## Assignment:
From the entries that follow, gather each line holding the word "keeps".

## Data in this exercise:
/**
 * One AGHQ pass: modes and scales per village, then ℓ (and with `derivatives` the score
 * and Hessian above). `warm` holds modes to start the per-village Newton search from.
 */
export function quadraturePass(
  lay: VillageLayout, link: Link, theta: ArrayLike<number>, points: number, derivatives: boolean, warm?: Float64Array
): QuadraturePass {
  const { k, G, X, y, start, maxSize } = lay
  const K = k + 1
  const sigma = theta[k]!
  const { nodes, weights } = gaussHermite(points)
  const Q = points
  const logW = nodes.map((z, q) => Math.log(weights[q]!) + z * z)
  const eta0 = new Float64Array(maxSize)
  const L1 = new Float64Array(maxSize * Q)
  const L2 = new Float64Array(maxSize * Q)
  const uq = new Float64Array(Q)
  const a = new Float64Array(Q)
  const p = new Float64Array(Q)
  const Gq = new Float64Array(Q * K)
  const gbar = new Float64Array(K)
  const sx2 = new Float64Array(k)
  const swpx = new Float64Array(k)
  const du = new Float64Array(K)
  const dlogTau = new Float64Array(K)
  const S1q = new Float64Array(Q)
  const t = new Float64Array(3)
  const grad = derivatives ? new Float64Array(K) : new Float64Array(0)
  const H = derivatives ? new Float64Array(K * K) : new Float64Array(0)
  const modes = new Float64Array(G)
  const scales = new Float64Array(G)
  const posterior = new Float64Array(G * Q)
  const b = Float64Array.from({ length: k }, (_, j) => theta[j]!)
  let ll = 0
  for (let g = 0; g < G; g++) {
    const s = start[g]!
    const m = start[g + 1]! - s
    if (m === 0) continue
    for (let r = 0; r < m; r++) {
      const off = (s + r) * k
      let e = 0
      for (let j = 0; j < k; j++) e += X[off + j]! * b[j]!
      eta0[r] = e
    }
    // Conditional mode of the strictly concave h_j (log-concave links) by Newton; the
    // step is capped so that a poor start cannot throw u far into the tail.
    let u = warm ? warm[g]! : 0
    let hpp = -1
    for (let it = 0; it < 60; it++) {
      let s1 = 0
      let s2 = 0
      for (let r = 0; r < m; r++) {
        link.obsTerms(eta0[r]! + sigma * u, y[s + r]!, t)
        s1 += t[1]!
        s2 += t[2]!
      }
      const hp = sigma * s1 - u
      hpp = sigma * sigma * s2 - 1
      let step = -hp / hpp
      if (step > 4) step = 4
      else if (step < -4) step = -4
      u += step
      if (Math.abs(step) < 1e-11 * (1 + Math.abs(u))) break
    }
    // Scale from the Fisher weights W = f²/(F(1 − F)) at the mode (as PIRLS uses them;
    // for the logit they equal the observed curvature). Any positive scale gives a valid
    // rule; this one makes the approximation the same as the reference implementation's.
    let sw = 0
    let swp = 0
    let s1 = 0
    let s2 = 0
    if (derivatives) {
      sx2.fill(0)
      swpx.fill(0)
    }
    for (let r = 0; r < m; r++) {
      const e = eta0[r]! + sigma * u
      link.obsTerms(e, 1, t)
      const lam1 = t[1]!
      link.obsTerms(e, 0, t)
      const lam0 = -t[1]!
      const W = lam1 * lam0
      sw += W
      if (!derivatives) continue
      const yr = y[s + r]!
      const l1 = yr === 1 ? lam1 : -lam0
      const l2 = yr === 1 ? lam1 * link.dLogPdf(e) - lam1 * lam1 : -lam0 * link.dLogPdf(e) - lam0 * lam0
      const Wp = W * (2 * link.dLogPdf(e) - lam1 + lam0)
      s1 += l1
      s2 += l2
      swp += Wp
      const off = (s + r) * k
      for (let j = 0; j < k; j++) {
        sx2[j]! += l2 * X[off + j]!
        swpx[j]! += Wp * X[off + j]!
      }
    }
    const D = sigma * sigma * sw + 1
    const tau = 1 / Math.sqrt(D)
    modes[g] = u
    scales[g] = tau
    const spread = Math.SQRT2 * tau
    const logScale = Math.log(spread)
    for (let q = 0; q < Q; q++) {
      uq[q] = u + spread * nodes[q]!
      a[q] = logScale + logW[q]! - 0.5 * uq[q]! * uq[q]! - HALF_LOG_2PI
    }
    for (let r = 0; r < m; r++) {
      const e0 = eta0[r]!
      const yr = y[s + r]!
      const o = r * Q
      for (let q = 0; q < Q; q++) {
        link.obsTerms(e0 + sigma * uq[q]!, yr, t)
        a[q]! += t[0]!
        L1[o + q] = t[1]!
        L2[o + q] = t[2]!
      }
    }
    let amax = -Infinity
    for (let q = 0; q < Q; q++) if (a[q]! > amax) amax = a[q]!
    let sum = 0
    for (let q = 0; q < Q; q++) {
      p[q] = Math.exp(a[q]! - amax)
      sum += p[q]!
    }
    const logL = amax + Math.log(sum)
    ll += logL
    for (let q = 0; q < Q; q++) {
      p[q]! /= sum
      posterior[g * Q + q] = p[q]!
    }
    if (!derivatives) continue
    // Exact score of the AGHQ sum: besides the fixed-node part, the nodes move with θ
    // through û(θ) (implicit function of h'(û) = 0) and τ(θ) = D^{−1/2}, D = σ²ΣW + 1:
    //   dû/dβ = −σ Σℓ''x / h'',  dû/dσ = −(Σℓ' + σ û Σℓ'') / h'',
    //   dD/dθ = σ² Σ W' dη/dθ + 2σ ΣW e_σ,  dη/dθ = (x, û) + σ dû/dθ,
    //   extra = d log τ/dθ + Σ_q p_q h'(u_q) (dû/dθ + √2 z_q dτ/dθ).
    // The Hessian keeps the fixed-node form: a quadrature-error approximation that only
    // affects the speed of convergence, not the point converged to.
    const hObs = sigma * sigma * s2 - 1
    for (let j = 0; j < k; j++) du[j] = -sigma * sx2[j]! / hObs
    du[k] = -(s1 + sigma * u * s2) / hObs
    for (let j = 0; j < k; j++) dlogTau[j] = -0.5 * sigma * sigma * (swpx[j]! + sigma * swp * du[j]!) / D
    dlogTau[k] = -0.5 * (sigma * sigma * swp * (u + sigma * du[k]!) + 2 * sigma * sw) / D
    Gq.fill(0)
    S1q.fill(0)
    let hss = 0
    for (let r = 0; r < m; r++) {
      const off = (s + r) * k
      const o = r * Q
      let A = 0
      let B = 0
      for (let q = 0; q < Q; q++) {
        const c = L1[o + q]!
        const go = q * K
        for (let j = 0; j < k; j++) Gq[go + j]! += c * X[off + j]!
        Gq[go + k]! += c * uq[q]!
        S1q[q]! += c
        const pl = p[q]! * L2[o + q]!
        A += pl
        B += pl * uq[q]!
        hss += pl * uq[q]! * uq[q]!
      }
      for (let j = 0; j < k; j++) {
        const xa = A * X[off + j]!
        const base = j * K
        for (let l = 0; l <= j; l++) H[base + l]! += xa * X[off + l]!
        H[k * K + j]! += B * X[off + j]!
      }
    }
    H[k * K + k]! += hss
    gbar.fill(0)
    for (let q = 0; q < Q; q++) {
      const go = q * K
      const pq = p[q]!
      for (let j = 0; j < K; j++) gbar[j]! += pq * Gq[go + j]!
      for (let j = 0; j < K; j++) {
        const v = pq * Gq[go + j]!
        const base = j * K
        for (let l = 0; l <= j; l++) H[base + l]! += v * Gq[go + l]!
      }
    }
    for (let q = 0; q < Q; q++) {
      const hq = p[q]! * (sigma * S1q[q]! - uq[q]!)
      const zq = Math.SQRT2 * nodes[q]! * tau
      for (let j = 0; j < K; j++) grad[j]! += hq * (du[j]! + zq * dlogTau[j]!)
    }
    for (let j = 0; j < K; j++) {
      grad[j]! += gbar[j]! + dlogTau[j]!
      const base = j * K
      for (let l = 0; l <= j; l++) H[base + l]! -= gbar[j]! * gbar[l]!
    }
  }
  if (derivatives) for (let j = 0; j < K; j++) for (let l = 0; l < j; l++) H[l * K + j] = H[j * K + l]!
  return { loglik: ll, gradient: grad, hessian: H, modes, scales, posterior }
}
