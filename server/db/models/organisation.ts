import { DEFAULT_PRIVACY_SETTINGS, type PrivacySettings } from '../../../shared/utils/schemas/privacy'
import { DataTypes, Model, type CreationOptional, type InferAttributes, type InferCreationAttributes, type Sequelize } from 'sequelize'

export interface FunderOrganisation {
  name: string
  /** Funder accounts whose e-mail ends in @domain belong to this funder organisation. */
  emailDomain: string
}

export interface OrganisationSettings {
  /** Villages with fewer visits than this are hidden from funders (small-cell suppression). */
  minVisitsForFunders: number
  defaultClusterVariable: string
  /** The funder organisations that may see published rounds; an empty list lets no funder see them. */
  funderOrganisations: FunderOrganisation[]
  /** Farmers' personal data: retention after a round closes, and what an erasure keeps. */
  privacy: PrivacySettings
}

export const DEFAULT_ORGANISATION_SETTINGS: OrganisationSettings = {
  minVisitsForFunders: 5,
  defaultClusterVariable: 'village',
  funderOrganisations: [],
  privacy: DEFAULT_PRIVACY_SETTINGS
}

/** Settings as stored, completed with the defaults of keys added after the row was written. */
export function settingsOf(organisation: Organisation): OrganisationSettings {
  const stored = organisation.settings
  return {
    ...DEFAULT_ORGANISATION_SETTINGS,
    ...stored,
    privacy: {
      ...DEFAULT_PRIVACY_SETTINGS,
      ...stored?.privacy,
      retentionDays: { ...DEFAULT_PRIVACY_SETTINGS.retentionDays, ...stored?.privacy?.retentionDays }
    }
  }
}

export class Organisation extends Model<InferAttributes<Organisation>, InferCreationAttributes<Organisation>> {
  declare id: CreationOptional<number>
  declare name: string
  declare slug: string
  declare settings: CreationOptional<OrganisationSettings>
  declare createdAt: CreationOptional<Date>
  declare updatedAt: CreationOptional<Date>

  static initModel(sequelize: Sequelize) {
    Organisation.init({
      id: { type: DataTypes.INTEGER.UNSIGNED, autoIncrement: true, primaryKey: true },
      name: { type: DataTypes.STRING(160), allowNull: false },
      slug: { type: DataTypes.STRING(80), allowNull: false, unique: true },
      settings: { type: DataTypes.JSON, allowNull: false, defaultValue: DEFAULT_ORGANISATION_SETTINGS },
      createdAt: DataTypes.DATE,
      updatedAt: DataTypes.DATE
    }, { sequelize, tableName: 'organisations' })
  }
}
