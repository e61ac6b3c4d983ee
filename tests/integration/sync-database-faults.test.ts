import { readFileSync } from 'node:fs'
import { QueryTypes } from 'sequelize'
import { afterAll, beforeAll, describe, expect, it } from 'vitest'
import { restartMariadb, runningMariadbPid } from '../../scripts/lib/mariadb.mjs'
import { User, Visit } from '../../server/db/models'
import { closeTestDatabase, testDatabase } from '../support/database'
import { type SyncBody, type TestRound, makeRound, makeVisit } from '../support/field'
import { type Answer, type Client, demoUser, freshClient } from '../support/server'

// The test stack's own mariadbd killed, frozen, and raced: what the tablets see, and what is stored.
// Runs only when `npm test` started that server itself (its pid file is under .data/), and leaves it running.
const pid = runningMariadbPid()
const dbPort = Number(new URL(process.env.DATABASE_URL ?? 'mariadb://x@127.0.0.1:1/x').port)
let round: TestRound

async function enumerator(): Promise<Client> {
  const client = freshClient()
  await client.signIn(demoUser('enumerator').email)
  return client
}

/** One request with a hard limit, so a hung answer fails the test instead of stalling it. */
async function post(client: Client, visits: unknown[]): Promise<Answer<SyncBody> | 'hung'> {
  const timer = new Promise<'hung'>(resolve => setTimeout(() => resolve('hung'), 15_000).unref())
  return Promise.race([client.post<SyncBody>('/api/sync/visits', { visits }), timer])
}

/**
 * A device's sync loop: sends its batches in turn and retries a batch after 503 or 429 until it is taken.
 * Waits a short pause rather than the full Retry-After so the test stays short; the statuses are recorded.
 */
async function device(client: Client, batches: unknown[][], statuses: number[]) {
  for (const batch of batches) {
    for (;;) {
      const answer = await post(client, batch)
      if (answer === 'hung') throw new Error('a sync request hung for 15 s')
      statuses.push(answer.status)
      if (answer.status === 200) {
        expect(answer.body.counts.stored + answer.body.counts.duplicate).toBe(batch.length)
        break
      }
      expect([429, 503]).toContain(answer.status)
      expect(Number(answer.headers.get('retry-after'))).toBeGreaterThan(0)
      await new Promise(resolve => setTimeout(resolve, 150 + Math.random() * 250))
    }
  }
}

async function rowsPerId(ids: string[]) {
  const rows = await testDatabase().query<{ id: string, n: number }>('SELECT id, COUNT(*) AS n FROM visits WHERE id IN (?) GROUP BY id', { replacements: [ids], type: QueryTypes.SELECT })
  return rows
}

async function waitUntil(check: () => Promise<boolean>, ms: number) {
  const until = Date.now() + ms
  while (Date.now() < until) {
    if (await check().catch(() => false)) return
    await new Promise(resolve => setTimeout(resolve, 100))
  }
  throw new Error('condition not reached in time')
}

describe.skipIf(pid === null)('sync while the database fails', () => {
  beforeAll(async () => {
    testDatabase()
    const coordinator = freshClient()
    await coordinator.signIn(demoUser('coordinator').email)
    const me = await User.findOne({ where: { email: demoUser('enumerator').email } })
    round = await makeRound(coordinator, me!.id)
  }, 60_000)
  afterAll(async () => {
    // Whatever happened, leave the server running and awake for the tests after this file.
    const current = runningMariadbPid()
    if (current !== null) process.kill(current, 'SIGCONT')
    else await restartMariadb(dbPort)
    await closeTestDatabase()
  }, 120_000)

  it('answers 503 while mariadbd is killed and restarted; after retrying every visit is stored exactly once', async () => {
    const clients = await Promise.all(Array.from({ length: 4 }, enumerator))
    const batches = clients.map(() => Array.from({ length: 6 }, () => Array.from({ length: 40 }, () => makeVisit(round))))
    const ids = batches.flat(2).map(v => v.id)
    const statuses: number[] = []
    const devices = Promise.all(clients.map((c, i) => device(c, batches[i]!, statuses)))
    // Kill once the stream is flowing (some batches stored), and keep it down until the tablets have seen 503s.
    await waitUntil(async () => statuses.filter(s => s === 200).length >= 3, 20_000)
    process.kill(runningMariadbPid()!, 'SIGKILL')
    await waitUntil(async () => statuses.includes(503), 10_000)
    const health = await fetch(`${process.env.FURROWCAST_TEST_URL}/api/health`)
    expect(health.status).toBe(503)
    expect(await health.json()).toMatchObject({ ok: false, database: 'down' })
    await restartMariadb(dbPort)
    await devices

    expect(statuses.filter(s => s >= 500 && s !== 503)).toEqual([])
    expect(statuses).toContain(503)
    const rows = await rowsPerId(ids)
    expect(rows.length).toBe(ids.length)
    expect(rows.every(r => Number(r.n) === 1)).toBe(true)
    expect((await fetch(`${process.env.FURROWCAST_TEST_URL}/api/health`)).status).toBe(200)
  }, 120_000)

  it('answers 503 within the timeouts while mariadbd is frozen, and serves again once it thaws', async () => {
    const client = await enumerator()
    const visits = Array.from({ length: 20 }, () => makeVisit(round))
    const frozen = runningMariadbPid()!
    process.kill(frozen, 'SIGSTOP')
    const stoppedAt = Date.now()
    // The state letter in /proc: T = stopped, so the answers below really come from a frozen database.
    const state = () => readFileSync(`/proc/${frozen}/stat`, 'utf8').split(') ')[1]?.[0]
    await waitUntil(async () => state() === 'T', 2000)
    try {
      const timed = async <T>(request: () => Promise<T>) => {
        const started = Date.now()
        const answer = await request()
        return { answer, ms: Date.now() - started }
      }
      const [sync, health, me] = await Promise.all([
        timed(() => post(client, visits)),
        timed(() => fetch(`${process.env.FURROWCAST_TEST_URL}/api/health`)),
        timed(() => client.get('/api/me'))
      ])
      // DATABASE_SOCKET_TIMEOUT_MS is 3 s, the pool's acquire timeout 2 s: far below the 10 s freeze.
      for (const { ms } of [sync, health, me]) expect(ms).toBeLessThan(8000)
      expect(sync.answer === 'hung' ? 'hung' : sync.answer.status).toBe(503)
      expect(health.answer.status, `health after ${health.ms} ms: ${await health.answer.clone().text()}`).toBe(503)
      expect(me.answer.status).toBe(503)
      expect((sync.answer as Answer).headers.get('retry-after')).toMatch(/^\d+$/)
      await new Promise(resolve => setTimeout(resolve, Math.max(0, 10_000 - (Date.now() - stoppedAt))))
    }
    finally {
      process.kill(frozen, 'SIGCONT')
    }
    await waitUntil(async () => (await fetch(`${process.env.FURROWCAST_TEST_URL}/api/health`)).status === 200, 20_000)
    await device(client, [visits], [])
    const rows = await rowsPerId(visits.map(v => v.id))
    expect(rows.length).toBe(20)
    expect(rows.every(r => Number(r.n) === 1)).toBe(true)
  }, 90_000)

  it('takes the same batch re-sent by 5 clients at once without any 5xx, one row per visit', async () => {
    const clients = await Promise.all(Array.from({ length: 5 }, enumerator))
    const batch = Array.from({ length: 100 }, () => makeVisit(round))
    const statuses: number[] = []
    await Promise.all(clients.map(c => device(c, [batch], statuses)))
    expect(statuses.filter(s => s >= 500)).toEqual([])
    const rows = await rowsPerId(batch.map(v => v.id))
    expect(rows.length).toBe(100)
    expect(rows.every(r => Number(r.n) === 1)).toBe(true)
    expect(await Visit.count({ where: { id: batch.map(v => v.id) } })).toBe(100)
  }, 60_000)
})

## Reply:
    // The Hessian keeps the fixed-node form: a quadrature-error approximation that only
  /** Farmers' personal data: retention after a round closes, and what an erasure keeps. */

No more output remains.